_TASK DIRECTIONS_
Read the lines of the data below and retrieve those with "visibleRuleCodes".

[Stored items]

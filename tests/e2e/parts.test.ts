import { randomUUID } from "node:crypto";
import type { Browser, Page } from "playwright-core";
import { afterAll, beforeAll, describe, expect, it } from "vitest";
import { DEMO } from "../support/accounts";
import { launchBrowser, newContext, PHONE, signInPage, snap, visibleRuleCodes } from "../support/browser";
import { closeTestPool, sql } from "../support/db";
import { createJob } from "../integration/bench-fixtures";

// The office parts page and the estimate builder's catalogue search, on a desktop and on a 390 px phone.

let browser: Browser;
beforeAll(async () => {
  browser = await launchBrowser();
});
afterAll(async () => {
  await browser?.close();
  await closeTestPool();
});

/** The page scrolls no wider than the screen (tables scroll inside their own box). */
const pageWidth = (page: Page) => page.evaluate(() => document.documentElement.scrollWidth);

describe("the office parts page", () => {
  for (const [label, device] of [
    ["desktop", undefined],
    ["390", PHONE],
  ] as const) {
    it(`adds, edits and retires a part, with field-named errors (${label})`, async () => {
      const context = await newContext(browser, device);
      const page = await context.newPage();
      await signInPage(page, DEMO.owner.email, DEMO.owner.password);
      await page.goto("/office/parts");
      await expect.poll(() => page.locator("tr[data-part]").count()).toBeGreaterThanOrEqual(11);
      expect(await visibleRuleCodes(page)).toEqual([]);

      // Nothing filled in: each field says what it wants, by name.
      const add = page.getByRole("form", { name: "Add a part" });
      await add.getByLabel("Cost (USD)").fill("4.5.0");
      await add.getByLabel("In stock").fill("many");
      await add.getByRole("button", { name: "Add the part" }).click();
      await expect
        .poll(() => add.locator(".field-error").allInnerTexts())
        .toEqual(
          expect.arrayContaining([
            expect.stringMatching(/^Name: /),
            expect.stringMatching(/^Cost: enter an amount/),
            expect.stringMatching(/^In stock: enter a whole number/),
          ]),
        );
      await snap(page, `parts-01-errors-${label}`);

      const name = `Pilot lamp 6.3 V 0.15 A ${randomUUID().slice(0, 4)}`;
      await add.getByLabel("Name").fill(name);
      await add.getByLabel("Supplier reference").fill("PL-47");
      await add.getByLabel("Cost (USD)").fill("4.50");
      await add.getByLabel("Markup (%)").fill("35");
      await add.getByLabel("In stock").fill("6");
      await add.getByRole("button", { name: "Add the part" }).click();
      await expect
        .poll(() => page.getByRole("status").allInnerTexts())
        .toEqual(expect.arrayContaining([expect.stringContaining(`${name} added to the catalogue.`)]));

      // Search by the supplier reference finds it with its price: 4.50 at 35 % = 6.08 (worked by hand, half up).
      await page.getByLabel("Search").fill(name.slice(-4));
      const row = page.locator("tr[data-part]", { hasText: name });
      await expect.poll(() => page.locator("tr[data-part]").count()).toBe(1);
      expect(await row.innerText()).toMatch(/\$6\.08/);
      expect(await pageWidth(page)).toBeLessThanOrEqual(device ? 390 : 1280);
      await snap(page, `parts-02-found-${label}`);

      await row.getByRole("button", { name: `Edit ${name}` }).click();
      const edit = page.getByRole("form", { name: `Edit ${name}` });
      await edit.getByLabel("Cost (USD)").fill("5.00");
      await edit.getByRole("button", { name: "Save the part" }).click();
      // 5.00 × 1.35 = 6.75.
      await expect.poll(() => row.innerText()).toMatch(/\$6\.75/);

      await row.getByRole("button", { name: `Retire ${name}` }).click();
      await expect.poll(() => page.locator("tr[data-part]").count()).toBe(0);
      await page.getByLabel("Show").selectOption("retired");
      await expect.poll(() => row.getAttribute("data-retired")).toBe("yes");
      await snap(page, `parts-03-retired-${label}`);
      const [audits] = await sql<{ n: number }>(
        "select count(*)::int as n from audit_event a join part p on p.id::text = a.entity_id where p.name = $1",
        [name],
      );
      expect(audits!.n).toBe(3); // add, edit, retire
      await context.close();
    });
  }
});

describe("adding a searched part in the estimate builder", () => {
  for (const [label, device] of [
    ["desktop", undefined],
    ["390", PHONE],
  ] as const) {
    it(`finds a part by typing, adds it with the keyboard, and warns past the stock count (${label})`, async () => {
      const name = `Dial drum spring ${randomUUID().slice(0, 4)}`;
      await sql("insert into part (name, supplier_ref, cost_minor, markup_bp, stock) values ($1, 'DS-9', 450, 3500, 1)", [name]);
      const { jobId } = await createJob({ state: "in_triage", technicianEmail: DEMO.tech.email });
      const context = await newContext(browser, device);
      const page = await context.newPage();
      await signInPage(page, DEMO.tech.email, DEMO.tech.password);
      await page.goto(`/bench/jobs/${jobId}`);
      await page.getByRole("tab", { name: "Estimate" }).click();
      const search = page.getByRole("combobox", { name: "Add a part from the catalogue" });
      await search.fill(name);
      const option = page.getByRole("option", { name: new RegExp(name) });
      await expect.poll(() => option.count()).toBe(1);
      expect(await option.innerText()).toMatch(/\$6\.08 each.*1 in stock/s);
      await snap(page, `parts-04-builder-search-${label}`);
      // Keyboard only: the arrow picks the answer, Enter adds it.
      await search.press("ArrowDown");
      await search.press("ArrowUp");
      await expect.poll(() => search.getAttribute("aria-activedescendant")).toBeTruthy();
      await search.press("Enter");
      const line = page.locator('tr[data-line^="part.c-"]');
      await expect.poll(() => line.count()).toBe(1);
      expect(await line.locator('input[id$="-num"]').inputValue()).toBe("4.50");
      await line.locator('input[id$="-qty"]').fill("3");
      await expect.poll(() => line.innerText()).toMatch(/Only 1 in stock and the estimate asks for 3/);
      // 3 × 6.08 = 18.24 on the line.
      await expect.poll(() => line.innerText()).toMatch(/\$18\.24/);
      await snap(page, `parts-05-builder-added-${label}`);
      await page.getByRole("button", { name: "Save draft" }).click();
      await expect.poll(() => page.getByText(/^Saved \(version \d+\)\.$/).count()).toBe(1);
      const [draft] = await sql<{ lines: { partId?: string; unitCost: string }[] }>(
        "select draft->'lines' as lines from estimate where job_id = $1",
        [jobId],
      );
      const [part] = await sql<{ id: string }>("select id from part where name = $1", [name]);
      expect(draft!.lines.find((l) => l.partId === part!.id)).toMatchObject({ unitCost: "4.50" });
      await context.close();
    });
  }
});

_YOUR SOLUTION_
import { launchBrowser, newContext, PHONE, signInPage, snap, visibleRuleCodes } from "../support/browser";
      expect(await visibleRuleCodes(page)).toEqual([]);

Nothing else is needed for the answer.